Барону Джеймсу приходится отдать прежде всего ту справедливость, что он был истинным тружеником, а порою даже мучеником своего дела. Описание его рабочего дня заслуживает внимания.

"Кабинетом Ротшильда была громадная комната, в которой он занимал только маленький уголок, в глубине у крайнего окна. Он сидел перед простым бюро из красного дерева, спиной к свету. В пять часов утра он был давно уже за работой, в тот час, когда Париж еще спал; а когда около девяти часов толпа алчущих наживы стекалась в его приемную, его дневной труд был уже окончен. Посреди кабинета у гораздо больших бюро два сына и зять помогали ему, почти все время на ногах и суетясь в толпе служащих. Но это было внутреннее движение банкирского дома. Улица лишь проходила всю комнату и обращалась только к нему, к хозяину, в его скромном уголке, а он с бесстрастным и угрюмым видом в продолжение целых часов вплоть до завтрака встречал всех легким поклоном и только иногда, когда хотел быть очень любезным, – коротким словом.

Появилась длинная процессия биржевых маклеров. Они входили по пятам друг за другом, вытаскивая из кармана сюртука все ту же небольшую таблицу курса, и подавали ее с тем же почтительным и умоляющим видом банкиру, ожидая приказания купить или продать.

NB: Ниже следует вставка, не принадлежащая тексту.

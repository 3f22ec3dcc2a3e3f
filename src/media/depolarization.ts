/**
 * Depolarization factors of ellipsoids (field along a principal axis): N_x + N_y + N_z = 1,
 * sphere 1/3 each, a needle 0 along its axis, a flat disk 1 across it.
 * Sources: Osborn, "Demagnetizing factors of the general ellipsoid", Phys. Rev. 67, 351 (1945);
 * Stoner, Phil. Mag. 36, 803 (1945).
 */
import { ProgrammerError } from "../core/errors.js";
import { integrateAdaptive } from "./gaussKronrod.js";

/** Σ_{k≥0} (±x)^k/(2k+3), the regular part of the spheroid formulas near the sphere. */
function seriesNearSphere(x: number): number {
  let sum = 0;
  let term = 1;
  for (let k = 0; k < 60; k++) {
    const add = term / (2 * k + 3);
    sum += add;
    if (Math.abs(add) < 1e-18) break;
    term *= x;
  }
  return sum;
}

/**
 * Depolarization factors of a spheroid with aspect = (semi-axis along the symmetry axis) /
 * (equatorial semi-axis): prolate aspect > 1, oblate < 1, sphere 1/3.
 * Prolate, e = sqrt(1 − 1/m²): N_axis = (1 − e²)/(2e³)·(ln((1 + e)/(1 − e)) − 2e).
 * Oblate, e = sqrt(1/m² − 1): N_axis = (1 + e²)/e³·(e − arctan e).
 * Near m = 1 the same formulas are summed as series (N = (1 − e²)Σ e^{2k}/(2k+3), resp.
 * (1 + e²)Σ (−e²)^k/(2k+3)) to avoid cancellation. transverse = (1 − N_axis)/2.
 * aspect = Infinity gives the needle {0, 1/2}; aspect = 0 the disk {1, 0}.
 * Example: spheroidDepolarization(2).axis → 0.17356 (Osborn 1945, prolate m = 2).
 */
export function spheroidDepolarization(aspect: number): { axis: number; transverse: number } {
  if (!(aspect >= 0)) throw new ProgrammerError("spheroidDepolarization needs an aspect ratio ≥ 0", { aspect });
  let axis: number;
  if (aspect === Infinity) axis = 0;
  else if (aspect === 0) axis = 1;
  else if (aspect >= 1) {
    // q = 1 − e² taken as 1/m² directly, and ln((1+e)/(1−e)) = 2 ln((1+e)·m): no overflow or 0·∞
    // for needles (m up to 1e308)
    const q = 1 / (aspect * aspect);
    const e2 = 1 - q;
    const e = Math.sqrt(e2);
    axis = e < 0.1 ? q * seriesNearSphere(e2) : (q / (e * e2)) * (Math.log1p(e) + Math.log(aspect) - e);
  } else {
    // (1 + e²)/(e·e²)·(e − atan e) = (1 + 1/e²)·(1 − atan(e)/e): finite for flat disks (e² = ∞)
    const e2 = 1 / (aspect * aspect) - 1;
    const e = Math.sqrt(e2);
    axis = e < 0.1 ? (1 + e2) * seriesNearSphere(-e2) : (1 + 1 / e2) * (1 - Math.atan(e) / e);
  }
  return { axis, transverse: (1 - axis) / 2 };
}

/**
 * The spheroid aspect ratio whose axial depolarization factor is `axisFactor` (0..1), by bisection
 * on log(aspect) (N_axis falls monotonically with the aspect). 0 → Infinity (needle), 1 → 0 (disk).
 */
export function spheroidAspectForDepolarization(axisFactor: number): number {
  if (!(axisFactor >= 0 && axisFactor <= 1)) throw new ProgrammerError("depolarization factor must lie in [0, 1]", { axisFactor });
  if (axisFactor === 0) return Infinity;
  if (axisFactor === 1) return 0;
  let lo = -60; // log(aspect)
  let hi = 60;
  for (let k = 0; k < 200 && hi - lo > 1e-14; k++) {
    const mid = 0.5 * (lo + hi);
    if (spheroidDepolarization(Math.exp(mid)).axis > axisFactor) lo = mid;
    else hi = mid;
  }
  return Math.exp(0.5 * (lo + hi));
}

/**
 * Depolarization factors [N_x, N_y, N_z] of an ellipsoid with semi-axes a, b, c (> 0, any unit):
 *   N_x = (abc/2) ∫₀^∞ ds / ((s + a²) sqrt((s + a²)(s + b²)(s + c²))), likewise for y, z,
 * integrated numerically (adaptive Gauss–Kronrod) after scaling the largest semi-axis to 1 and
 * substituting s = ((1 − u)/u)², which maps [0, ∞) to (0, 1] with a smooth integrand.
 * Example: ellipsoidDepolarization(1, 1, 1) → [1/3, 1/3, 1/3].
 */
export function ellipsoidDepolarization(a: number, b: number, c: number): [number, number, number] {
  for (const x of [a, b, c]) if (!(x > 0) || !Number.isFinite(x)) throw new ProgrammerError("ellipsoid semi-axes must be finite and > 0", { a, b, c });
  const s0 = Math.max(a, b, c);
  const ax = [a / s0, b / s0, c / s0];
  const sq = ax.map((x) => x * x);
  const prod = ax[0] * ax[1] * ax[2];
  const factor = (j: number): number => {
    const integrand = (u: number): number => {
      if (u <= 0) return 0;
      const t = (1 - u) / u;
      const s = t * t;
      const dsdu = (2 * t) / (u * u);
      const r = Math.sqrt((s + sq[0]) * (s + sq[1]) * (s + sq[2]));
      return dsdu / ((s + sq[j]) * r);
    };
    return (prod / 2) * integrateAdaptive(integrand, 0, 1, 1e-13, 1e-16, 20000).value;
  };
  return [factor(0), factor(1), factor(2)];
}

Их прошло уже десять, двадцать, и банкир брал каждый раз таблицу, бросал на нее взгляд и подавал обратно: ничто не могло сравниться с его терпеньем, кроме разве его полнейшего бесстрастного равнодушия под этим градом сыпавшихся со всех сторон предложений.

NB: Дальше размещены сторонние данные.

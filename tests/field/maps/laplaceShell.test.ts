/**
 * laplace-shell: with two concentric circles the solved virtual radius is linear in r′, i.e. the
 * linear radial cloak r = b(r′ − a)/(b − a) of Pendry, Schurig & Smith, "Controlling
 * electromagnetic fields", Science 312, 1780 (2006), whose tensors are ε_r = (r′−a)/r′,
 * ε_θ = r′/(r′−a), ε_z = (b/(b−a))²(r′−a)/r′ (Schurig et al., Science 314, 977 (2006)).
 * Bilinear elements hold linear functions exactly, so the agreement is to rounding.
 */
import { describe, it, expect } from "vitest";
import { expectClose } from "../../helpers/close.js";
import { laplaceShell } from "../../../src/field/transforms/laplaceShell.js";
import { radialCloak } from "../../../src/field/transforms/radialCloak.js";
import { computeTensorField } from "../../../src/field/computeTensorField.js";
import type { LaplaceShellSpec } from "../../../src/field/transformSpec.js";

const a = 0.02, b = 0.05;
const circle = (r: number) => ({ kind: "polar" as const, text: String(r), r: () => r });

describe("laplace-shell", () => {
  it("two concentric circles reproduce the linear radial cloak's map and Jacobian", () => {
    const shell = laplaceShell({ kind: "laplace-shell", center: [0.01, -0.005], inner: circle(a), outer: circle(b), innerScale: 0, nodes: [64, 9] });
    const ref = radialCloak({ kind: "radial-cloak", innerRadiusM: a, outerRadiusM: b, profile: "linear", center: [0.01, -0.005] });
    const v1 = new Float64Array(3), v2 = new Float64Array(3), k1 = new Float64Array(9), k2 = new Float64Array(9);
    let n = 0;
    for (let r = 0.021; r < 0.05; r += 0.0037) for (let th = 0.05; th < 6.28; th += 0.41) {
      const x = 0.01 + r * Math.cos(th), y = -0.005 + r * Math.sin(th);
      expect(shell.inverse(v1, x, y, 0)).toBe(true);
      ref.inverse(v2, x, y, 0);
      expectClose(Array.from(v1), Array.from(v2), { abs: 1e-14, label: `virtual point at r′ = ${r}` });
      shell.jacobianK(k1, x, y, 0); ref.jacobianK(k2, x, y, 0);
      expectClose(Array.from(k1), Array.from(k2), { abs: 1e-11, rel: 1e-11, label: `K at r′ = ${r}, θ = ${th}` });
      n++;
    }
    expect(n).toBeGreaterThan(100);
    expect(shell.computedMap!.jacobianErrorEstimate).toBeLessThan(1e-10);
  });

  it("the engine gives the published linear-cloak tensors (ε_z = (b/(b−a))²(r′−a)/r′)", () => {
    const spec: LaplaceShellSpec = { kind: "laplace-shell", center: [0, 0], inner: circle(a), outer: circle(b), innerScale: 0, nodes: [64, 9] };
    const f = computeTensorField({ name: "c", sourcePath: "c.json", background: { eps: 1, mu: 1 }, transform: spec, grid: { pitchM: 0.004 } });
    for (let c = 0; c < f.grid.count; c++) {
      const r = Math.hypot(f.grid.xM[c], f.grid.yM[c]);
      expectClose(f.eps.zz[c], ((b / (b - a)) ** 2 * (r - a)) / r, { rel: 1e-10, label: `ε_z at r′ = ${r}` });
      // in-plane principal values (r′−a)/r′ and r′/(r′−a): the trace, and a determinant of 1
      expectClose(f.eps.xx[c] + f.eps.yy[c], (r - a) / r + r / (r - a), { rel: 1e-9, label: `in-plane trace at r′ = ${r}` });
      expectClose(f.eps.xx[c] * f.eps.yy[c] - f.eps.xy[c] ** 2, 1, { rel: 1e-9, label: `in-plane det at r′ = ${r}` });
    }
  });

  it("an elliptical shell: identity on the outer curve, the inner curve shrinks to the centre, no folding", () => {
    const ell = (ax: number, by: number) => ({ kind: "polar" as const, text: "ellipse", r: (t: number) => (ax * by) / Math.hypot(by * Math.cos(t), ax * Math.sin(t)) });
    const t = laplaceShell({ kind: "laplace-shell", center: [0, 0], inner: ell(0.02, 0.012), outer: ell(0.05, 0.04), innerScale: 0, nodes: [96, 17] });
    const v = new Float64Array(3), k = new Float64Array(9);
    // at the solver's node angles the interpolated curves are the given ones
    for (let q = 0; q < 96; q += 5) {
      const th = (2 * Math.PI * q) / 96;
      const ro = ell(0.05, 0.04).r(th) * (1 - 1e-9), ri = ell(0.02, 0.012).r(th) * (1 + 1e-6);
      expect(t.inverse(v, ro * Math.cos(th), ro * Math.sin(th), 0)).toBe(true);
      expectClose([v[0], v[1]], [ro * Math.cos(th), ro * Math.sin(th)], { abs: 1e-9, label: "outer curve fixed" });
      expect(t.inverse(v, ri * Math.cos(th), ri * Math.sin(th), 0)).toBe(true);
      expect(Math.hypot(v[0], v[1])).toBeLessThan(1e-6);
      for (const f of [0.1, 0.5, 0.9]) {
        const r = ri + f * (ro - ri);
        t.jacobianK(k, r * Math.cos(th), r * Math.sin(th), 0);
        expect(k[0] * k[4] - k[1] * k[3]).toBeGreaterThan(0);
      }
    }
  });
});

Наблюдатель мог спросить себя, зачем Ротшильд принимал весь этот народ? Очевидно, владея способностью уединяться, погружаться в себя, он продолжал думать, не говоря уже про то, что это был заведенный порядок, ежедневный обзор рынка, в котором он всегда находил пусть ничтожную, но прибыль. Он очень запальчиво сбавил восемьдесят франков со счета одного биржевого агента, которому дал накануне приказ и который действительно обкрадывал его. Потом пришел один торговец редкостями с золотым эмалированным ящиком прошлого столетия; вещь была частью реставрирована, и банкир сейчас же почуял подделку. Потом две дамы, одна старая с птичьим носом, другая молодая, очень красивая брюнетка; они хотели показать ему у себя комод Людовика XV, он наотрез отказался идти смотреть. Потом ювелир принес показать рубины; какие-то два изобретателя с проектами; англичане, немцы, итальянцы... – все национальности обоих полов. А процессия маклеров все продолжалась, наполняла другие помещения, с повторением тех же жестов и с тем же механическим представлением биржевых курсов, между тем как по мере приближения часа открытия биржи служащие чаще входили в комнату, принося деньги или бумаги для подписи.

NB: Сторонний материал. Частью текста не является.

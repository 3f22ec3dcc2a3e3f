/**
 * Bounds on the effective permittivity of a two-phase mixture of real, positive phases:
 * Wiener (any geometry, anisotropic allowed) and Hashin–Shtrikman (isotropic, 2D or 3D).
 * `fill` is always the volume fraction of the second phase (the inclusion).
 */
import type { Complex } from "../core/complex.js";
import { parallelMean } from "./mixing/parallel.js";
import { seriesMean } from "./mixing/series.js";

/** Real parallel mean (1 − f)ε₁ + fε₂: the one definition is the mixing rule's (parallel.ts). */
export function parallelMeanReal(eps1: number, eps2: number, fill: number): number {
  return parallelMean({ re: eps1, im: 0 }, { re: eps2, im: 0 }, fill).re;
}

/** Real series mean 1/((1 − f)/ε₁ + f/ε₂): the one definition is the mixing rule's (series.ts). */
export function seriesMeanReal(eps1: number, eps2: number, fill: number): number {
  return seriesMean({ re: eps1, im: 0 }, { re: eps2, im: 0 }, fill).re;
}

/**
 * Wiener bounds [series, parallel] = [1/((1−f)/ε₁ + f/ε₂), (1−f)ε₁ + fε₂], sorted. Exact for a
 * laminate (field across / along the layers). Real phases (ε > 0 for the series mean to bound).
 * Source: Wiener, Abh. Math.-Phys. Kl. Sächs. Ges. Wiss. 32, 509 (1912).
 * Example: wienerBounds(1, 4, 0.5) → [1.6, 2.5].
 */
export function wienerBounds(eps1: number, eps2: number, fill: number): [number, number] {
  const par = parallelMeanReal(eps1, eps2, fill);
  const ser = seriesMeanReal(eps1, eps2, fill);
  return par >= ser ? [ser, par] : [par, ser];
}

/**
 * Hashin–Shtrikman bounds for an isotropic mixture in `dimension` dimensions, sorted. Each is the
 * Maxwell Garnett value with one phase as host (depolarization 1/d):
 *   ε_HS(host a, inclusion b, fraction f_b) = ε_a + f_b ε_a (ε_b − ε_a)/(ε_a + (1 − f_b)(ε_b − ε_a)/d).
 * The lower bound has the lower-permittivity phase as host. Real positive phases.
 * Sources: Hashin, Shtrikman, J. Appl. Phys. 33, 3125 (1962); Milton, "The Theory of Composites"
 * (2002), §23.
 * Example: hashinShtrikmanBounds(1, 4, 0.5, 3) → [2, 2.2857…] (= [2, 16/7]).
 */
export function hashinShtrikmanBounds(eps1: number, eps2: number, fill: number, dimension: 2 | 3): [number, number] {
  const mg = (a: number, b: number, fb: number) => a + (fb * a * (b - a)) / (a + ((1 - fb) * (b - a)) / dimension);
  const x = mg(eps1, eps2, fill);
  const y = mg(eps2, eps1, 1 - fill);
  return x <= y ? [x, y] : [y, x];
}

export type BoundName = "phase" | "wiener" | "hashin-shtrikman";

export interface BoundsCheckResult {
  /** the target can be reached (with some fill, or at the given fill with some geometry) */
  reachable: boolean;
  /** false when a phase is lossy or not positive: bounds on the real part then do not hold */
  applies: boolean;
  /** range of the real part allowed by the tightest bound that applies */
  lower: number;
  upper: number;
  /** which bound the target violates, and on which side */
  violated?: { bound: BoundName; side: "lower" | "upper"; value: number };
  /** one line for the user when unreachable or when the check does not apply */
  message?: string;
}

const re = (x: number | Complex): number => (typeof x === "number" ? x : x.re);
const im = (x: number | Complex): number => (typeof x === "number" ? 0 : x.im);

/** Largest tan δ of a phase for which the real-part bounds are still applied (see realBoundsApply). */
export const LOW_LOSS_LIMIT = 0.1;

/**
 * Whether bounds on Re ε apply to this pair: both real parts positive and both phases low-loss
 * (|ε''|/ε' ≤ LOW_LOSS_LIMIT). Exact for lossless phases; for low loss a mixing rule's real part
 * moves only at second order in tan δ (the rule is real-analytic), so the bounds hold to about
 * tan δ² (≤ 1 % at the limit).
 */
export function realBoundsApply(host: number | Complex, inclusion: number | Complex): boolean {
  return [host, inclusion].every((x) => re(x) > 0 && Math.abs(im(x)) <= LOW_LOSS_LIMIT * re(x));
}
const fmt = (x: number): string => Number(x.toPrecision(6)).toString();

/**
 * Is a real target reachable with this pair? Without `fill`: any fill in [0, 1], so the target
 * must lie between the two phase values. With `fill`: it must lie inside the Wiener bounds (any
 * geometry, laminates reach them) and, for an isotropic mixture (`isotropic`, default true), inside
 * the Hashin–Shtrikman bounds of `dimension`. Only real parts are compared; when
 * realBoundsApply is false (lossy or non-positive phases) `applies` is false and the target counts
 * as reachable (the bounds on Re ε do not hold; the mixing rule decides).
 */
export function boundsCheck(
  host: number | Complex,
  inclusion: number | Complex,
  targetRe: number,
  dimension: 2 | 3,
  fill?: number,
  isotropic = true,
): BoundsCheckResult {
  const h = re(host);
  const i = re(inclusion);
  if (!realBoundsApply(host, inclusion)) {
    return {
      reachable: true,
      applies: false,
      lower: -Infinity,
      upper: Infinity,
      message: "bounds on the real part hold for positive, low-loss phases only; with this pair the mixing rule alone decides reachability",
    };
  }
  const at = fill === undefined ? "" : ` at fill ${fmt(fill)}`;
  const checks: { bound: BoundName; lo: number; hi: number; name: [string, string]; why: string }[] = [];
  if (fill === undefined) {
    checks.push({ bound: "phase", lo: Math.min(h, i), hi: Math.max(h, i), name: ["smaller phase value", "larger phase value"], why: "no fill fraction goes beyond the phases of the pair" });
  } else {
    const [wl, wh] = wienerBounds(h, i, fill);
    checks.push({ bound: "wiener", lo: wl, hi: wh, name: [`lower Wiener bound${at}`, `upper Wiener bound${at}`], why: "no geometry goes beyond it" });
    if (isotropic) {
      const [hl, hh] = hashinShtrikmanBounds(h, i, fill, dimension);
      checks.push({ bound: "hashin-shtrikman", lo: hl, hi: hh, name: [`lower ${dimension}D Hashin–Shtrikman bound${at}`, `upper ${dimension}D Hashin–Shtrikman bound${at}`], why: "no isotropic mixture goes beyond it" });
    }
  }
  const tol = 1e-12 * Math.max(h, i);
  for (const c of checks) {
    if (targetRe > c.hi + tol) {
      return { reachable: false, applies: true, lower: c.lo, upper: c.hi, violated: { bound: c.bound, side: "upper", value: c.hi }, message: `target ${fmt(targetRe)} is above the ${c.name[1]} ${fmt(c.hi)} (${c.why})` };
    }
    if (targetRe < c.lo - tol) {
      return { reachable: false, applies: true, lower: c.lo, upper: c.hi, violated: { bound: c.bound, side: "lower", value: c.lo }, message: `target ${fmt(targetRe)} is below the ${c.name[0]} ${fmt(c.lo)} (${c.why})` };
    }
  }
  const last = checks[checks.length - 1];
  return { reachable: true, applies: true, lower: last.lo, upper: last.hi };
}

Но шум стал невыносимым, когда в комнату влетел маленький, лет пяти-шести, мальчик верхом на палочке и с трубой, в которую он дул изо всех сил. Вслед за ним прибежали две девочки, одна восьми, другая трех лет, и, обступив кресло деда, дергали его за руки, вешались ему на шею, а он выносил все это терпеливо, целуя их со свойственной евреям страстной любовью к семье, к многочисленному, составляющему их силу, потомству.

В это время один из служащих, введя в комнату высокого молодого блондина, назвал Ротшильду шепотом какое-то имя. Банкир встал, впрочем, нисколько не спеша, и отошел с посетителем к другому окну, между тем как один из сыновей продолжал принимать вместо него маклеров и биржевых агентов.